Let me make it plain. Here’s why I want to stop serving adverbs at the Table:

  1. The wine and bread are visible, tangible, edible signs of a promise that lies outside of us. Adverbs drive us to look within, the very opposite trajectory of the salvation to which the Table points. The truth of the Table is not determined by your disposition; therefore, the invitation to the Table cannot be premised upon the earnestness of your disposition. The strength of our faith, in other words, lies not in the strength of our faith but in the object of our faith, Jesus Christ and him crucified for un-earnest us.
  2. The New Testament witness is that we are prisoners to the Power of Sin (Romans 3) such that the good we wish (like coming to the Table in earnestness) is the good we cannot will (Romans 7). In bondage to the Power of Sin, we’re in no position whatsoever to assess our ‘earnestness’ for repentance. As sinners we deceive no one else more so than ourselves. To staple a subjective inventory to the invitation is to insist upon something we cannot do and will only do in sin apart from the grace offered in the visible Gospel of bread and wine. The bitter irony of our adverbial invitation is that the very thing provided by the sacrament (sincerity of repentance given by God) is made a precondition to come to the sacrament.
  3. The adverb switches the agency. Earnestly. Sincerely. Whole-heartedly. The adverbs shift the focus from what God in Christ has done for us, once-for-all, to what we must do now for God. Adverbs make a hollow mannequin, says Chad Bird, that we nail to the cross in Christ’s place. We imply through the adverbial invitation that it’s the sincerity of our contrition that merits our seat at the Table. Because sinners like us can never know if we’re sincere enough, earnest enough, whole-hearted enough, but the promise of the Gospel, made tangible in wine and bread, is that Christ is the only one who is enough. Adverbs are spiritual quicksand. Christ’s word of unmerited, unconditional forgiveness is a solid rock that creates earnest repentance.

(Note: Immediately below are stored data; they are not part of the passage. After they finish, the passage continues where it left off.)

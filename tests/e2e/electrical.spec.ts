import { execFileSync } from 'node:child_process';
import { mkdirSync, writeFileSync } from 'node:fs';
import { expect, test, type Page } from '@playwright/test';
import { openSection } from './support/navigation.ts';
import { DEMO, signIn } from './support/session.ts';

const SCREENS = 'test-results/screens';

const findingWith = (page: Page, text: string) =>
  page.getByRole('list', { name: 'Findings' }).getByRole('listitem').filter({ hasText: text });

async function runChecks(page: Page) {
  await page
    .getByRole('navigation', { name: 'Conversion sections' })
    .getByRole('link', { name: 'Checks' })
    .click();
  await page.getByRole('button', { name: 'Run checks' }).click();
  await expect(page.getByRole('status').filter({ hasText: /^Checked / })).toBeVisible();
}

test('the builder records how far the fuse sits from its source and the checks hold it to 178 mm', async ({
  page,
}) => {
  await signIn(page, DEMO.builder);
  await openSection(page, 'Ashby yard truck', 'Feeds');
  const table = page.getByRole('table', { name: 'Feeds of this conversion' });
  await table.getByRole('link', { name: 'Edit Ignition coils' }).click();
  await expect(page.getByRole('heading', { name: 'Edit feed “Ignition coils”' })).toBeVisible();
  await expect(page.getByLabel('Fuse type')).toHaveValue('standard_blade');
  await page.getByLabel('Unfused wire from the source (mm)').fill('300');
  await page.screenshot({ path: `${SCREENS}/feed-form-electrical.png`, fullPage: true });
  await page.getByRole('button', { name: 'Save feed' }).click();
  await expect(page.getByText('Saved the feed “Ignition coils”')).toBeVisible();
  await expect(page.getByRole('row').filter({ hasText: 'Ignition coils' })).toContainText(
    '300 mm from source',
  );

  await runChecks(page);
  const placed = findingWith(page, 'Fuse too far from its source');
  await expect(placed).toHaveCount(1);
  await expect(placed).toContainText('300 mm of wire from its source; at most 178 mm');
  await placed.getByRole('button', { name: 'Show working' }).click();
  await expect(placed).toContainText('33 CFR 183.455(b)');
  await expect(placed).toContainText('borrowed for vehicles by analogy');
  await page.screenshot({ path: `${SCREENS}/checks-fuse-placement.png`, fullPage: true });

  // Moved to 150 mm: the finding goes.
  await page
    .getByRole('navigation', { name: 'Conversion sections' })
    .getByRole('link', { name: 'Feeds' })
    .click();
  await page
    .getByRole('table', { name: 'Feeds of this conversion' })
    .getByRole('link', { name: 'Edit Ignition coils' })
    .click();
  await page.getByLabel('Unfused wire from the source (mm)').fill('150');
  await page.getByRole('button', { name: 'Save feed' }).click();
  await expect(page.getByText('Saved the feed “Ignition coils”')).toBeVisible();
  await runChecks(page);
  await expect(findingWith(page, 'Fuse too far from its source')).toHaveCount(0);
});

test('an ECU output wired straight to a fan is an error that says to drive a relay instead', async ({
  page,
}) => {
  await signIn(page, DEMO.builder);
  await openSection(page, 'Ashby yard truck', 'Pin map');
  await expect(page.getByRole('grid')).toBeVisible();
  // The cautions that concern these pins sit beside the grid.
  await page.getByText(/cautions? appl/).click();
  await expect(page.getByText(/Never probe ECU pins with a test lamp/)).toBeVisible();

  // E2-10 drives the fan relay's coil; give it its stage and rating, and wire a fan straight to it.
  const conversionId = Number(/conversions\/(\d+)/.exec(page.url())![1]);
  const pins = (await (await page.request.get(`/api/conversions/${conversionId}/pins`)).json())
    .pins as Array<{ id: number; cavity: string; connectorId: number; version: number }>;
  const connectors = (
    await (await page.request.get(`/api/conversions/${conversionId}/connectors`)).json()
  ).connectors as Array<{ id: number; label: string }>;
  const e2 = connectors.find((c) => c.label === 'E2')!;
  const pin = pins.find((p) => p.connectorId === e2.id && p.cavity === '10')!;
  const patched = await page.request.patch(`/api/pins/${pin.id}`, {
    data: { version: pin.version, driverType: 'low_side', driverRatedA: 0.5, loadCurrentA: 8 },
  });
  expect(patched.status()).toBe(200);

  // Opened on that pin, as a finding's link opens it.
  await page.goto(`/conversions/${conversionId}/pins?pin=${pin.id}`);
  const row = page.locator('[role="row"][data-pin="E2-10"]');
  await expect(row).toContainText('Low side');
  await expect(row).toContainText('0.5');
  await page.setViewportSize({ width: 2200, height: 900 });
  await page.getByRole('grid').evaluate((el) => {
    el.scrollLeft = el.scrollWidth;
  });
  await page.screenshot({ path: `${SCREENS}/pin-map-outputs.png`, fullPage: false });
  await page.setViewportSize({ width: 1280, height: 720 });

  await runChecks(page);
  const overload = findingWith(page, 'ECU output wired to a load above its rating');
  await expect(overload).toHaveCount(1);
  await expect(overload).toContainText('drive a relay coil instead');
  // The fan relay's coil (0.2 A recorded) on the same 0.5 A output is fine.
  await expect(findingWith(page, 'Relay coil draws more than its ECU output')).toHaveCount(0);

  // Put the pin back for the specs that follow.
  const again = (await (await page.request.get(`/api/conversions/${conversionId}/pins`)).json())
    .pins as Array<{ id: number; version: number }>;
  const current = again.find((p) => p.id === pin.id)!;
  const restore = await page.request.patch(`/api/pins/${pin.id}`, {
    data: { version: current.version, driverType: null, driverRatedA: null, loadCurrentA: null },
  });
  expect(restore.status()).toBe(200);
});

test('the calculator rates thick cable by its own row and estimates the conductor from the load', async ({
  page,
}) => {
  await signIn(page, DEMO.technician);
  await page.getByRole('link', { name: 'Calculator' }).click();
  await page.getByRole('radio', { name: 'AWG' }).check();
  await page.getByLabel('Wire size (AWG)').fill('2');
  await page.getByLabel('Current (A)').fill('120');
  await page.getByLabel('One-way length (m)').fill('1');
  await page.getByLabel('Zone').selectOption('engine_bay');
  await page.getByLabel('Fuse type').selectOption('bolt_down');
  await page.getByLabel('Fuse (A)').fill('150');
  const result = page.getByRole('region', { name: 'Result' });
  // [C] Table 5, 2 AWG, 105 °C: 210 A × 0.85 = 178.5 A in the engine bay.
  await expect(result).toContainText('178.5 A');
  await expect(result).toContainText('estimated from the load in 50 °C air');
  await expect(result).not.toContainText('≈');
  await page.screenshot({ path: `${SCREENS}/calculator-2awg.png`, fullPage: true });
});

test('the admin sets the drop budget, and the draft worksheet prints the cautions', async ({
  page,
}) => {
  await signIn(page, DEMO.admin);
  await page.getByRole('link', { name: 'Workshop settings' }).click();
  const chassis = page.getByLabel('Chassis return path (V)');
  await expect(chassis).toHaveValue('0.05');
  await page.screenshot({ path: `${SCREENS}/settings-drop-budget.png`, fullPage: true });
  await chassis.fill('0.05');
  await page.getByRole('button', { name: 'Save settings' }).click();
  await expect(page.getByText('Settings saved')).toBeVisible();

  const list = (await (await page.request.get('/api/conversions')).json()).conversions as Array<{
    id: number;
    name: string;
  }>;
  const draft = list.find((c) => c.name === 'Ashby yard truck')!;
  const pdf = await page.request.get(`/api/conversions/${draft.id}/worksheet.pdf`);
  expect(pdf.status()).toBe(200);
  mkdirSync(SCREENS, { recursive: true });
  const file = `${SCREENS}/worksheet-draft.pdf`;
  writeFileSync(file, await pdf.body());
  const text = execFileSync('pdftotext', ['-layout', file, '-'], { encoding: 'utf8' });
  expect(text).toMatch(/Never probe ECU pins with a test lamp/);
  expect(text).toMatch(/crash or inertia cut-off/);
  expect(text).toMatch(/Emissions and anti-theft circuits/);
  expect(text).not.toMatch(/≈\s*\d+\s*AWG/);
});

“The adverb is not your friend,” warns Stephen King. Indeed, perhaps nowhere is the adverb more your enemy than when the adverb comes between you and the banquet of heaven, duping you into believing that repentance is your work at all. This is what the street preachers (and most other preachers) get wrong. Repentance is God’s work. As Chad Bird notes, God repents us is the better way to understand it. Repentance is not a work we perform (or a decision we make or a disposition we determine). Repentance is a gift Christ gives. As with the Ninevites, as with the crowds at Jesus’ baptism, repentance is made possible by God’s encounter with us. Whether in his word in the case of Jonah, in Christ in the Gospel, or through word and sacrament, to repent is to be encountered by God.

The repentance insisted upon in our invitation is the same fare served up by the street preachers, and the reason the street preachers rub us the wrong way is that it’s bad news. It throws all the work back on us and our ability to repent. That’s what leads to judgmentalism; it’s works righteousness. If my repentance is something I can accomplish, then I’m liable to be judgmental about others who couldn’t or chose not to.

The good news is that none of us can repent on our own. We’re all lost sheep in the process of being found. The fact that God repents us, regardless how earnest we feel about the matter is proof — in the eucharist, tangible, edible proof — that God’s complete forgiveness is always prior to our repentance. The latter the product of the former. Jesus Christ eats and drinks with sinners. This is his Table. You’re welcome here. No adverbs necessary.